> **ACTIVITY**:
Starting at the first line of the data below, repeat each line word for word up to and including the line with "var all sync.WaitGroup".
[Opening SUPPLIED DATA section]
package store

import (
	"context"
	"database/sql"
	"errors"
	"path/filepath"
	"slices"
	"strconv"
	"strings"
	"sync"
	"testing"
	"time"
)

func TestOpenTogether(t *testing.T) {
	for range 5 {
		path := filepath.Join(t.TempDir(), "ringbook.db")
		var all sync.WaitGroup
		for range 6 {
			all.Go(func() {
				lb, err := Open(t.Context(), path)
				if err != nil {
					t.Error(err)
					return
				}
				defer lb.Close()
				if _, err := lb.Add(t.Context(), example()); err != nil {
					t.Error(err)
				}
			})
		}
		all.Wait()
		lb, err := Open(t.Context(), path)
		if err != nil {
			t.Fatal(err)
		}
		if n := len(collect(t, lb, Scope{})); n != 6 {
			t.Errorf("%d trials, want 6", n)
		}
		lb.Close()
	}
}

func TestLockedTooLong(t *testing.T) {
	path := filepath.Join(t.TempDir(), "ringbook.db")
	lb, err := open(t.Context(), path, 50*time.Millisecond)
	if err != nil {
		t.Fatal(err)
	}
	defer lb.Close()
	other, err := sql.Open("sqlite", path)
	if err != nil {
		t.Fatal(err)
	}
	defer other.Close()
	conn, err := other.Conn(t.Context())
	if err != nil {
		t.Fatal(err)
	}
	defer conn.Close()
	if _, err := conn.ExecContext(t.Context(), "BEGIN IMMEDIATE"); err != nil {
		t.Fatal(err)
	}
	if _, err := lb.Add(t.Context(), example()); !errors.Is(err, ErrBusy) || !strings.Contains(err.Error(), "another program") {
		t.Errorf("Add while another writes: %v", err)
	}
	// With the whole ten seconds to wait, the end of the context ends the wait.
	patient, err := Open(t.Context(), path)
	if err != nil {
		t.Fatal(err)
	}
	defer patient.Close()
	ctx, cancel := context.WithTimeout(t.Context(), 50*time.Millisecond)
	defer cancel()
	start := time.Now()
	if _, err := patient.Add(ctx, example()); !errors.Is(err, context.DeadlineExceeded) || time.Since(start) > 5*time.Second {
		t.Errorf("Add with a deadline of 50 ms: %v after %v", err, time.Since(start))
	}
	if _, err := conn.ExecContext(t.Context(), "ROLLBACK"); err != nil {
		t.Fatal(err)
	}
	mustAdd(t, patient, example())
}

// TestTwoProgramsAtOnce has two processes, and two goroutines here, log to one file while another reads it.
func TestTwoProgramsAtOnce(t *testing.T) {
	path := filepath.Join(t.TempDir(), "ringbook.db")
	lb, err := Open(t.Context(), path)
	if err != nil {
		t.Fatal(err)
	}
	defer lb.Close()
	const each = 40
	var mu sync.Mutex
	ids := map[string]bool{}
	keep := func(id string) {
		mu.Lock()
		defer mu.Unlock()
		ids[id] = true
	}
	var writers, readers sync.WaitGroup
	for range 2 {
		writers.Go(func() {
			cmd, lines := startChild(t, path, strconv.Itoa(each))
			lines.Scan() // ready
			for lines.Scan() {
				keep(lines.Text())
			}
			if err := cmd.Wait(); err != nil {
				t.Error("a child failed:", err)
			}
		})
		writers.Go(func() {
			for range each {
				id, err := lb.Add(t.Context(), example())
				if err != nil {
					t.Error(err)
				}
				keep(id)
			}
		})
	}
	ctx, cancel := context.WithCancel(t.Context())
	readers.Go(func() {
		for last := 0; ctx.Err() == nil; {
			n := 0
			for _, err := range lb.Trials(ctx, Scope{}) {
				if err != nil {
					if !errors.Is(err, context.Canceled) {
						t.Error(err)
					}
					return
				}
				n++
			}
			if n < last {
				t.Errorf("a reader saw %d trials after %d", n, last)
			}
			last = n
		}
	})
	writers.Wait()
	cancel()
	readers.Wait()
	for _, trial := range collect(t, lb, Scope{}) {
		delete(ids, trial.ID)
	}
	if n := len(collect(t, lb, Scope{})); n != 4*each || len(ids) != 0 {
		t.Errorf("%d trials, want %d; lost: %v", n, 4*each, ids)
	}
}

// TestWaveformsFromTwoProgramsAtOnce has another process log waveforms while this one does, and each sees its own.
func TestWaveformsFromTwoProgramsAtOnce(t *testing.T) {
	lb := openTemp(t)
	const each = 20
	var ids []string
	cmd, lines := startChild(t, lb.Path(), strconv.Itoa(each)+" with waveforms")
	lines.Scan() // ready
	for range each {
		id, _ := mustAddWithWaveforms(t, lb)
		ids = append(ids, id)
	}
	for lines.Scan() {
		ids = append(ids, lines.Text())
	}
	if err := cmd.Wait(); err != nil {
		t.Fatal("the child failed:", err)
	}
	_, want := withWaveforms()
	seen := map[string]bool{}
	for _, id := range ids {
		for i, w := range waveforms(t, lb, id) {
			if w.TrialID != id || !slices.Equal(w.Volts, want[i].Volts) {
				t.Errorf("waveform %s of trial %s is another", w.ID, id)
			}
			seen[w.ID] = true
		}
	}
	if len(ids) != 2*each || len(seen) != 4*each {
		t.Errorf("%d trials with %d waveforms, want %d with %d", len(ids), len(seen), 2*each, 4*each)
	}
}

// TestReadersLeaveNothing has readers come and go beside each other and beside a writer.
func TestReadersLeaveNothing(t *testing.T) {
	dir := t.TempDir()
	path := filepath.Join(dir, "ringbook.db")
	lb, err := Open(t.Context(), path)
	if err != nil {
		t.Fatal(err)
	}
	mustAdd(t, lb, example())
	var readers sync.WaitGroup
	for range 4 {
		readers.Go(func() {
			for range 10 {
				r, err := OpenReadOnly(t.Context(), path)
				if err != nil {
					t.Error(err)
					return
				}
				if _, err := r.db.ExecContext(t.Context(), "INSERT INTO board (name) VALUES ('x')"); err == nil {
					t.Error("a logbook open for reading alone was written to")
				}
				if n := len(collect(t, r, Scope{})); n == 0 {
					t.Error("no trials")
				}
				if err := r.Close(); err != nil {
					t.Error(err)
				}
			}
		})
	}
	for range 50 {
		mustAdd(t, lb, example())
	}
	if err := lb.Close(); err != nil {
		t.Error(err)
	}
	readers.Wait()
	if names, _ := filepath.Glob(filepath.Join(dir, "*")); len(names) != 1 {
		t.Errorf("left beside the logbook: %v", names)
	}
	r, err := OpenReadOnly(t.Context(), path)
	if err != nil {
		t.Fatal(err)
	}
	defer r.Close()
	if n := len(collect(t, r, Scope{})); n != 51 {
		t.Errorf("%d trials, want 51", n)
	}
}

// TestProgramsComeAndGo has processes open, read or write, and close again beside each other: none finds fault with a file
// that another is just changing, and nothing stays beside it.
func TestProgramsComeAndGo(t *testing.T) {
	dir := t.TempDir()
	path := filepath.Join(dir, "ringbook.db")
	lb, err := Open(t.Context(), path)
	if err != nil {
		t.Fatal(err)
	}
	mustAdd(t, lb, example())
	if err := lb.Close(); err != nil {
		t.Fatal(err)
	}
	var programs sync.WaitGroup
	for _, work := range []string{"read", "read", "read", "3 with waveforms"} {
		programs.Go(func() {
			for range rounds(t, 15) {
				cmd, lines := startChild(t, path, work)
				for lines.Scan() {
				}
				if err := cmd.Wait(); err != nil {
					t.Errorf("%s: %v", work, err)
				}
			}
		})
	}
	programs.Wait()
	if names, _ := filepath.Glob(filepath.Join(dir, "*")); len(names) != 1 {
		t.Errorf("left beside the logbook: %v", names)
	}
}

// TestEverythingAtOnce has two processes log, one of them waveforms, while here trials are logged, struck and decided on,
// boards corrected, another logbook merged, an import run, the logbook read, searched, audited and backed up, and a page
// watches. None is told that the logbook is locked, nothing is lost, and the audits find nothing.
func TestEverythingAtOnce(t *testing.T) {
	path := filepath.Join(t.TempDir(), "ringbook.db")
	lb, err := Open(t.Context(), path)
	if err != nil {
		t.Fatal(err)
	}
	defer lb.Close()
	reader, err := OpenReadOnly(t.Context(), path)
	if err != nil {
		t.Fatal(err)
	}
	defer reader.Close()
	other := bench(t, 300)
	dir := t.TempDir()

	var mu sync.Mutex
	acknowledged := map[string]bool{}
	keep := func(id string) {
		mu.Lock()
		defer mu.Unlock()
		acknowledged[id] = true
	}
	var longest time.Duration
	ctx, stop := context.WithCancel(t.Context())
	defer stop()
	const each = 25
	var writers, others sync.WaitGroup
	for _, work := range []string{strconv.Itoa(each), strconv.Itoa(each) + " with waveforms"} {
		writers.Go(func() {
			cmd, lines := startChild(t, path, work)
			lines.Scan() // ready
			for lines.Scan() {
				keep(lines.Text())
			}
			if err := cmd.Wait(); err != nil {
				t.Error("a child failed:", err)
			}
		})
	}
	write := func(n int, do func(i int) error) {
		writers.Go(func() {
			for i := range n {
				start := time.Now()
				if err := do(i); err != nil {
					t.Error(err)
				}
				mu.Lock()
				longest = max(longest, time.Since(start))
				mu.Unlock()
			}
		})
	}
	write(each, func(i int) error {
		id, err := lb.Add(ctx, example())
		if err != nil {
			return err
		}
		keep(id)
		trial, err := lb.Trial(ctx, id)
		if err != nil {
			return err
		}
		if i%2 == 0 {
			return lb.Strike(ctx, id, "the clip slipped")
		}
		_, err = lb.AddDecision(ctx, decided(trial))
		return err
	})
	write(each, func(i int) error {
		return lb.CorrectBoard(ctx, Board{Name: "Kestrel", DeviceV: float64(80 + i), Revisions: []Revision{{Name: "B", Note: strconv.Itoa(i)}}})
	})
	write(3, func(i int) error {
		_, err := lb.Merge(ctx, other.Path(), nil)
		return err
	})
	write(3, func(i int) error {
		_, err := lb.AddAll(ctx, many(400), nil)
		return err
	})
	write(3, func(i int) error {
		r, err := reader.Backup(ctx, filepath.Join(dir, strconv.Itoa(i)+".db"))
		if err == nil && !r.Sound() {
			t.Error(r.Damage)
		}
		return err
	})
	again := func(do func() error) {
		others.Go(func() {
			for ctx.Err() == nil {
				if err := do(); err != nil && !errors.Is(err, context.Canceled) {
					t.Error(err)
					return
				}
			}
		})
	}
	last := 0
	again(func() error {
		n := 0
		for _, err := range reader.Search(ctx, Query{Words: "drawer", Scope: Scope{IncludeStruck: true}}) {
			if err != nil {
				return err
			}
			n++
		}
		if n < last {
			t.Errorf("%d found after %d", n, last)
		}
		last = n
		return nil
	})
	again(func() error {
		r, err := reader.Audit(ctx, nil)
		if err == nil && !r.Sound() {
			t.Error(r.Damage)
		}
		return err
	})
	monitor, err := reader.Monitor(ctx)
	if err != nil {
		t.Fatal(err)
	}
	defer monitor.Close()
	changes := 0
	again(func() error {
		changed, err := monitor.Changed(ctx)
		if changed {
			changes++
		}
		time.Sleep(time.Millisecond)
		return err
	})
	writers.Wait()
	stop()
	others.Wait()

	r := mustAudit(t, lb)
	if want := 3*each + 3*400 + 306; r.Trials != want {
		t.Errorf("%d trials, want %d", r.Trials, want)
	}
	for _, trial := range collect(t, lb, Scope{IncludeStruck: true}) {
		delete(acknowledged, trial.ID)
	}
	if len(acknowledged) != 0 {
		t.Errorf("acknowledged and lost: %v", acknowledged)
	}
	if changes == 0 {
		t.Error("the page saw no change")
	}
	t.Logf("the longest write took %v; the page saw %d changes", longest, changes)
}
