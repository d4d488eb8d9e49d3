package store

import (
	"bytes"
	"errors"
	"os"
	"path/filepath"
	"slices"
	"strings"
	"syscall"
	"testing"

	"ringbook/snubber/waveform"
)

// disk is a file system in memory of two megabytes, that a test can fill. Only root may mount one.
type disk struct {
	testing.TB
	folder string
}

func smallDisk(t testing.TB) disk {
	t.Helper()
	d := disk{t, t.TempDir()}
	if err := syscall.Mount("tmpfs", d.folder, "tmpfs", 0, "size=2m"); err != nil {
		t.Skipf("a disk to fill cannot be mounted here: %v", err)
	}
	t.Cleanup(func() {
		if err := syscall.Unmount(d.folder, syscall.MNT_DETACH); err != nil { // a failed test may have it in use
			t.Error(err)
		}
	})
	return d
}

func (d disk) path(name string) string { return filepath.Join(d.folder, name) }

// fill takes all room but free bytes.
func (d disk) fill(free int64) {
	d.Helper()
	f, err := os.Create(d.path("other files"))
	if err != nil {
		d.Fatal(err)
	}
	defer f.Close()
	var all int64
	for page := make([]byte, 4096); ; {
		n, err := f.Write(page)
		all += int64(n)
		if errors.Is(err, syscall.ENOSPC) {
			break
		}
		if err != nil {
			d.Fatal(err)
		}
	}
	if err := f.Truncate(max(all-free, 0)); err != nil {
		d.Fatal(err)
	}
}

func (d disk) empty() {
	if err := os.Remove(d.path("other files")); err != nil {
		d.Fatal(err)
	}
}

// names are all files but the ones that fill.
func (d disk) names() []string {
	entries, err := os.ReadDir(d.folder)
	if err != nil {
		d.Fatal(err)
	}
	var all []string
	for _, e := range entries {
		if e.Name() != "other files" {
			all = append(all, e.Name())
		}
	}
	return all
}

func (d disk) open(name string) *Logbook {
	d.Helper()
	lb, err := Open(d.Context(), d.path(name))
	if err != nil {
		d.Fatal(err)
	}
	return lb
}

// saysFull is whether err tells a person that the disk is full, in a sentence.
func saysFull(t testing.TB, err error) {
	t.Helper()
	if !errors.Is(err, ErrFull) || !strings.Contains(err.Error(), "the disk is full; make room and try again; nothing was written") ||
		strings.Contains(err.Error(), "\n") {
		t.Errorf("the error on a full disk: %v", err)
	}
}

// TestDiskFullWhileWriting gives a write more room from try to try, until it has enough: before that the logbook is what it
// was, on the full disk and after.
func TestDiskFullWhileWriting(t *testing.T) {
	other := bench(t, 300)
	older := version(t, 3)
	trial, records := withWaveforms()
	noise := captured(4000)
	for i := range noise.Volts { // does not pack well
		noise.Volts[i] += float64(i*7919%4001) * 1e-9
	}
	for _, c := range []struct {
		name  string
		pages int64 // from one try to the next
		write func(lb *Logbook) error
	}{
		{"a trial", 1, func(lb *Logbook) error {
			_, err := lb.Add(t.Context(), trial)
			return err
		}},
		{"a trial with waveforms", 1, func(lb *Logbook) error {
			_, err := lb.AddWithWaveforms(t.Context(), trial, append([]waveform.Record{noise}, records...))
			return err
		}},
		{"an import", 5, func(lb *Logbook) error {
			_, err := lb.AddAll(t.Context(), many(200), nil)
			return err
		}},
		{"a merge", 9, func(lb *Logbook) error {
			_, err := lb.Merge(t.Context(), other.Path(), nil)
			return err
		}},
		{"a merge of an older logbook", 5, func(lb *Logbook) error {
			_, err := lb.Merge(t.Context(), older, nil)
			return err
		}},
	} {
		t.Run(c.name, func(t *testing.T) {
			full := 0
			for free := int64(0); ; free += c.pages * 4096 {
				d := smallDisk(t)
				lb := d.open("ringbook.db")
				varied(t, lb)
				want, head := contents(t, lb), mustAudit(t, lb).Head
				d.fill(free)
				err := c.write(lb)
				if err == nil {
					mustAudit(t, lb)
					lb.Close()
					break
				}
				full++
				saysFull(t, err)
				if r := mustAudit(t, lb); r.Head != head || !slices.Equal(contents(t, lb), want) {
					t.Fatalf("with room for %d bytes something was written", free)
				}
				if err := lb.Close(); err != nil {
					t.Errorf("close on a full disk: %v", err)
				}
				d.empty()
				lb = d.open("ringbook.db")
				if r := mustAudit(t, lb); r.Head != head || !slices.Equal(contents(t, lb), want) {
					t.Fatalf("opened anew, it holds something else")
				}
				if err := c.write(lb); err != nil {
					t.Errorf("with room again: %v", err)
				}
				mustAudit(t, lb)
				lb.Close()
			}
			if full == 0 {
				t.Error("the disk was never full: nothing was tested")
			}
			t.Logf("full %d times", full)
		})
	}
}

// TestDiskFullWhileMigrating finds the older logbook as it was, to the byte.
func TestDiskFullWhileMigrating(t *testing.T) {
	for schema := 1; schema <= 3; schema++ {
		old, err := os.ReadFile(version(t, schema))
		if err != nil {
			t.Fatal(err)
		}
		full := 0
		for free := int64(0); ; free += 4096 {
			d := smallDisk(t)
			put(t, d.path("ringbook.db"), old)
			d.fill(free)
			lb, err := Open(t.Context(), d.path("ringbook.db"))
			if err == nil {
				mustAudit(t, lb)
				lb.Close()
				break
			}
			full++
			saysFull(t, err)
			now, err := os.ReadFile(d.path("ringbook.db"))
			if err != nil {
				t.Fatal(err)
			}
			if schema == 3 && !bytes.Equal(now, old) { // an older one may have been moved by one schema, and then be full
				t.Errorf("with room for %d bytes the file was changed", free)
			}
			lb, err = OpenReadOnly(t.Context(), d.path("ringbook.db"))
			if err != nil {
				t.Fatal(err)
			}
			if n := len(collect(t, lb, Scope{IncludeStruck: true})); n == 0 {
				t.Error("no trials on the full disk")
			}
			lb.Close()
			d.empty()
			lb = d.open("ringbook.db")
			if r := mustAudit(t, lb); r.Trials != []int{5, 3, 5}[schema-1] || r.Schema != 4 {
				t.Errorf("%+v", r)
			}
			lb.Close()
		}
		if full == 0 {
			t.Error("the disk was never full: nothing was tested")
		}
		t.Logf("schema %d: full %d times", schema, full)
	}
}

// TestDiskFullWhileBackingUp leaves nothing of a backup that found no room, and the logbook alone.
func TestDiskFullWhileBackingUp(t *testing.T) {
	lb := bench(t, 50)
	full := 0
	for free := int64(0); ; free += 4096 {
		d := smallDisk(t)
		d.fill(free)
		r, err := lb.Backup(t.Context(), d.path("backup.db"))
		if err == nil {
			if !r.Sound() || r.Head != mustAudit(t, lb).Head {
				t.Errorf("%+v", r)
			}
			break
		}
		full++
		if !errors.Is(err, ErrFull) && !errors.Is(err, syscall.ENOSPC) || strings.Contains(err.Error(), "\n") {
			t.Errorf("the error on a full disk: %v", err)
		}
		if !strings.Contains(err.Error(), d.folder) || !strings.Contains(err.Error(), "make room") {
			t.Errorf("it names neither the folder nor the cure: %v", err)
		}
		if left := d.names(); len(left) > 0 {
			t.Errorf("left beside: %v", left)
		}
	}
	if full == 0 {
		t.Error("the disk was never full: nothing was tested")
	}
	mustAudit(t, lb)
	t.Logf("full %d times", full)
}
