package store

import (
	"fmt"
	"strings"
	"unicode"
)

// Bounds of what is searched for.
const (
	maxWords      = 50
	maxWordsBytes = 10_000
)

// parseWords reads what a person searches for: words that must all be there, in any order; "words in quotation marks" that
// stand together; and word*, of which only the beginning is given. A mark left open reaches to the end. Whatever else is in
// a word separates words that stand together: winch-drive finds winch drive and the other way round.
//
// Each comes back as a phrase of SQLite's FTS5 (https://sqlite.org/fts5.html, 3.1 and 3.2), which is safe to search for.
func parseWords(text string) ([]string, error) {
	if len(text) > maxWordsBytes {
		return nil, fmt.Errorf("the words to search for have %d bytes; give at most %d", len(text), maxWordsBytes)
	}
	var phrases []string
	rest := strings.ToValidUTF8(text, " ")
	for {
		rest = strings.TrimLeftFunc(rest, gap)
		if rest == "" {
			return phrases, nil
		}
		var word string
		if quoted, ok := strings.CutPrefix(rest, `"`); ok {
			word, rest, _ = strings.Cut(quoted, `"`)
			if after, ok := strings.CutPrefix(rest, "*"); ok {
				word, rest = word+"*", after
			}
		} else {
			end := strings.IndexFunc(rest, func(r rune) bool { return gap(r) || r == '"' })
			if end < 0 {
				end = len(rest)
			}
			word, rest = rest[:end], rest[end:]
		}
		if !strings.ContainsFunc(word, lettered) {
			if strings.TrimFunc(word, gap) == "" {
				continue // an empty pair of marks
			}
			return nil, fmt.Errorf("%s has no letter or digit to search for; leave it out", quote(word))
		}
		if len(phrases) == maxWords {
			return nil, fmt.Errorf("there are more than %d words to search for; give fewer", maxWords)
		}
		phrase := `"` + strings.Map(plainRune, strings.TrimSuffix(word, "*")) + `"`
		if strings.HasSuffix(word, "*") {
			phrase += " *"
		}
		phrases = append(phrases, phrase)
	}
}

// gap is what separates words; a control character too, NUL among them, which no logged text has.
func gap(r rune) bool { return unicode.IsSpace(r) || unicode.IsControl(r) }

// lettered is what words are made of for FTS5's tokenizer unicode61.
func lettered(r rune) bool {
	return unicode.IsLetter(r) || unicode.IsNumber(r) || unicode.Is(unicode.Co, r)
}

func plainRune(r rune) rune {
	if gap(r) || r == '"' {
		return ' '
	}
	return r
}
[Closing SUPPLIED DATA section]
> **WRITTEN REPLY**:
package store

import (
	"context"
	"database/sql"
	"errors"
	"path/filepath"
	"slices"
	"strconv"
	"strings"
	"sync"
	"testing"
	"time"
)

func TestOpenTogether(t *testing.T) {
	for range 5 {
		path := filepath.Join(t.TempDir(), "ringbook.db")
		var all sync.WaitGroup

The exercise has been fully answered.